Harder than Expected
My first presidential vote was cast for William Jefferson Clinton, as was my second.
My third vote was easily cast for Albert Arnold Gore Jr. In the end, I voted for the losing candidate for president. Still, I felt good about my vote and as the Electoral College always gives the (at the time) 3 votes from Utah to the republican, It really didn’t matter who I voted for. If I chose someone other than the GOP, it was a click on the popular vote meter, nothing more.
I never liked George Walker Bush. Threw another vote on the fire for Kerry.

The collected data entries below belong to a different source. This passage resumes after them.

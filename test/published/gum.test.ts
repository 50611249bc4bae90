/** JCGM 100:2008 (GUM), annexes G and H. Inputs found in libraries' documentation; what is from memory says so. */
import { describe, expect, it } from "vitest";
import {
  type Budget,
  budget,
  combinedUncertainty,
  coverageFactor,
  effectiveDof,
  standardUncertainty,
  type TypeA,
  typeA,
} from "../../src/core/uncertainty";

describe("H.1, end-gauge calibration", () => {
  it("the difference of the gauges: u 9.7 nm with 25.6 degrees of freedom (from memory, recomputed)", () => {
    expect(combinedUncertainty([5.8, 3.9, 6.7])).toBeCloseTo(9.7, 1);
    const dof = effectiveDof([5.8, 3.9, 6.7], [24, 5, 8]) as number;
    // The GUM puts its rounded 9.7 into the formula; the unrounded 9.68 gives 25.4.
    const unrounded = Math.hypot(5.8, 3.9, 6.7);
    expect(dof * (9.7 / unrounded) ** 4).toBeCloseTo(25.6, 1);
    expect(dof).toBeCloseTo(25.4, 1);
  });

  it("the gauge: u = 32 nm, 16 degrees of freedom, t99 = 2.92, U99 = 93 nm", () => {
    // Sensitivities: l_S·θ̄ and l_S·α_S in nm, with l_S = 50 000 623 nm, θ = 0.1 °C, α_S = 11.5E-6 /°C.
    const length = 50000623;
    const found = budget(
      [
        { name: "standard", value: 25, distribution: "standard", dof: 18 },
        { name: "difference", value: 9.7, distribution: "standard", dof: 25.6 },
        { name: "expansion", value: 1e-6, distribution: "rectangular", sensitivity: 0.1 * length, dof: 50 },
        {
          name: "temperature",
          value: 0.05,
          distribution: "rectangular",
          sensitivity: 1.15e-5 * length,
          dof: 2,
        },
      ],
      0.99,
    ) as Budget;
    expect(found.rows.map(({ contribution }) => Number(contribution.toFixed(1)))).toEqual([
      25, 9.7, 2.9, 16.6,
    ]);
    expect(found.combined).toBeCloseTo(31.67, 1);
    expect(found.dof).toBeCloseTo(16.7, 0);
    expect(found.k).toBeCloseTo(2.92, 2);
    expect(Math.abs(found.expanded - 93)).toBeLessThan(1);
  });

  it("the arcsine distribution of a cyclic temperature, half-width 0.5 °C: u 0.35 °C", () => {
    expect(standardUncertainty(0.5, "u-shaped")).toBeCloseTo(0.35, 2);
  });
});

describe("H.2, resistance and reactance, correlated (observations from memory; they reproduce every printed value)", () => {
  const V = [5.007, 4.994, 5.005, 4.99, 4.999];
  const I = [19.663, 19.639, 19.64, 19.685, 19.678].map((mA) => mA / 1000);
  const phi = [1.0456, 1.0438, 1.0468, 1.0428, 1.0433];
  const [v, i, p] = [V, I, phi].map((readings) => typeA(readings) as { mean: number; u: number });
  const mean = [v?.mean, i?.mean, p?.mean] as [number, number, number];
  const u = [v?.u, i?.u, p?.u] as [number, number, number];
  const r = (a: number[], b: number[]): number => {
    const centred = (x: number[]): number[] => x.map((one) => one - x.reduce((s, y) => s + y, 0) / x.length);
    const product = (x: number[], y: number[]): number =>
      x.reduce((sum, one, k) => sum + one * (y[k] as number), 0);
    const [ca, cb] = [centred(a), centred(b)];
    return product(ca, cb) / Math.sqrt(product(ca, ca) * product(cb, cb));
  };
  const correlations = [V, I, phi].map((a) => [V, I, phi].map((b) => (a === b ? 1 : r(a, b))));

  it("means, standard uncertainties and correlations are those printed", () => {
    expect(mean[0]).toBeCloseTo(4.999, 6);
    expect(mean[1]).toBeCloseTo(0.019661, 9);
    expect(mean[2]).toBeCloseTo(1.04446, 8);
    expect(u[0]).toBeCloseTo(0.0032, 4);
    expect(u[1]).toBeCloseTo(0.0000095, 7);
    expect(u[2]).toBeCloseTo(0.00075, 5);
    expect(correlations[0]?.[1]).toBeCloseTo(-0.36, 2);
    expect(correlations[0]?.[2]).toBeCloseTo(0.86, 2);
    expect(correlations[1]?.[2]).toBeCloseTo(-0.65, 2);
  });

  const z = mean[0] / mean[1];
  const [cos, sin] = [Math.cos(mean[2]), Math.sin(mean[2])];

  it.each([
    ["R", 127.732, 0.07107, 0.071, [cos / mean[1], (-z * cos) / mean[1], -z * sin], z * cos],
    ["X", 219.847, 0.29558, 0.295, [sin / mean[1], (-z * sin) / mean[1], z * cos], z * sin],
    ["Z", 254.26, 0.23634, 0.236, [1 / mean[1], -z / mean[1], undefined], z],
  ])("%s = %d Ω, u = %d Ω", (_, value, recomputed, printed, sensitivities, found) => {
    expect(found).toBeCloseTo(value, 2);
    const used = sensitivities.filter((c) => c !== undefined).length;
    const combined = combinedUncertainty(
      u.slice(0, used),
      sensitivities.slice(0, used),
      correlations.slice(0, used).map((row) => row.slice(0, used)),
    ) as number;
    expect(combined).toBeCloseTo(recomputed, 5);
    expect(Math.abs(combined - printed)).toBeLessThan(0.0006);
  });
});

describe("H.3, calibration curve of a thermometer", () => {
  it("a correction predicted at 30 °C: u 0.0041 °C with r = −0.930, 0.00727 °C without it", () => {
    const u = [0.00287759784, 0.00066793877];
    const sensitivities = [undefined, 30 - 20];
    const r = -0.9304296;
    const correlated = combinedUncertainty(u, sensitivities, [
      [1, r],
      [r, 1],
    ]);
    expect(correlated).toBeCloseTo(0.00413859575, 7);
    expect(combinedUncertainty(u, sensitivities)).toBeCloseTo(0.00727, 5);
  });
});

describe("G.4.1, product of three quantities (from memory, recomputed)", () => {
  const u = [0.25, 0.57, 0.82];

  it("u 1.03 %, 19.0 effective degrees of freedom, t95 = 2.09, U95 = 2.2 %", () => {
    const combined = combinedUncertainty(u) as number;
    const dof = effectiveDof(u, [9, 4, 14]) as number;
    expect(combined).toBeCloseTo(1.03, 2);
    expect(dof).toBeCloseTo(19, 1);
    // Unrounded it is 18.9993, which truncates to 18; the GUM's rounded 1.03 % makes it 19.04.
    expect(coverageFactor(dof, 0.95)).toBeCloseTo(2.1, 2);
    const k = coverageFactor(dof * (1.03 / combined) ** 4, 0.95) as number;
    expect(k).toBeCloseTo(2.09, 2);
    expect(k * combined).toBeCloseTo(2.2, 1);
  });
});

describe("4.4.3, twenty readings of a temperature (from memory)", () => {
  // biome-ignore format: as printed, bin after bin
  const readings = [
    96.9, 98.18, 98.25, 98.61, 99.03, 99.49, 99.56, 99.74, 99.89, 100.07, 100.33, 100.42,
    100.68, 100.95, 101.11, 101.2, 101.57, 101.84, 102.36, 102.72,
  ];

  it("mean 100.145 °C, standard deviation 1.489 °C, u 0.333 °C", () => {
    const { mean, sd, u } = typeA(readings) as TypeA;
    expect(mean).toBeCloseTo(100.145, 3);
    expect(sd).toBeCloseTo(1.489, 3);
    expect(u).toBeCloseTo(0.333, 3);
  });
});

It is obvious who I voted for in 2000. Like many others, I felt I was casting a vote to change history. Though the results of the first Obama presidency will be hotly debated for decades, I still remember how amazing it felt to see the first black president, feel another false barrier demolished.
The line at my precinct was long. It was the first time in 6 elections I have had to wait longer than three minutes. Waiting with so many other people gave me a chance to engage in some great conversation. We discussed our dismay at the line, the beauty of America and our system that allows us the privilege of voting (even if that is only an illusion of choice). No one was frustrated or unhappy. We were all where we wanted to be.

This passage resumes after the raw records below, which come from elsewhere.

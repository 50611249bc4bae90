import { describe, expect, it } from "vitest";
import { type TypeA, typeA } from "../../src/core/uncertainty";
import { certifiedUnivariate } from "./certified";
import { univariateSets } from "./strd-univariate";

describe("NIST StRD, univariate summary statistics", () => {
  it.each(certifiedUnivariate())("$set, $what: more than $asked digits agree", (value) => {
    expect(value).toMatchObject({ holds: true });
  });

  it.each(univariateSets)(
    "$name: u of the mean is s/√n with n − 1 degrees of freedom",
    ({ sd, readings }) => {
      const found = typeA(readings) as TypeA;
      expect(found.u).toBeCloseTo(sd / Math.sqrt(readings.length), 12);
      expect(found.dof).toBe(readings.length - 1);
    },
  );
});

I stood at the voting machine, having already completed the majority of my ballot, and pondered if I could really do what I intended to do. I determined to keep a commitment to myself, one I had promised in two previous presidential elections. I was choosing NOT to vote for the democrat or republican candidate. My research had me leaning towards Jill Stein. I have always liked the Green Party, and Stein’s commitment to environmental job creation interests me.
I found it difficult to submit the ballot. My whole life, I had been sure of my Democratic convictions. Even as I thought of voting for Ralph Nadar in 2004, the pull of my past was too much and I gave in.
I have heard many similar stories.
If the line had been shorter I might have stood there an hour, pondering, but I felt I should allow my fellow citizens the chance to vote as well. It was time to make my decision.
I voted my heart. I voted for Jill.
I don’t regret it.
Instead, I imagine a country where more than two ideologies are valued. Tens of Millions of people with real choices for leadership, voices that more closely match their own. The possibilities are frighteningly wonderful. For the first time (with maybe the exception of the two votes I cast for Bill), I voted for who I wanted to be president. I hope everyone else did the same.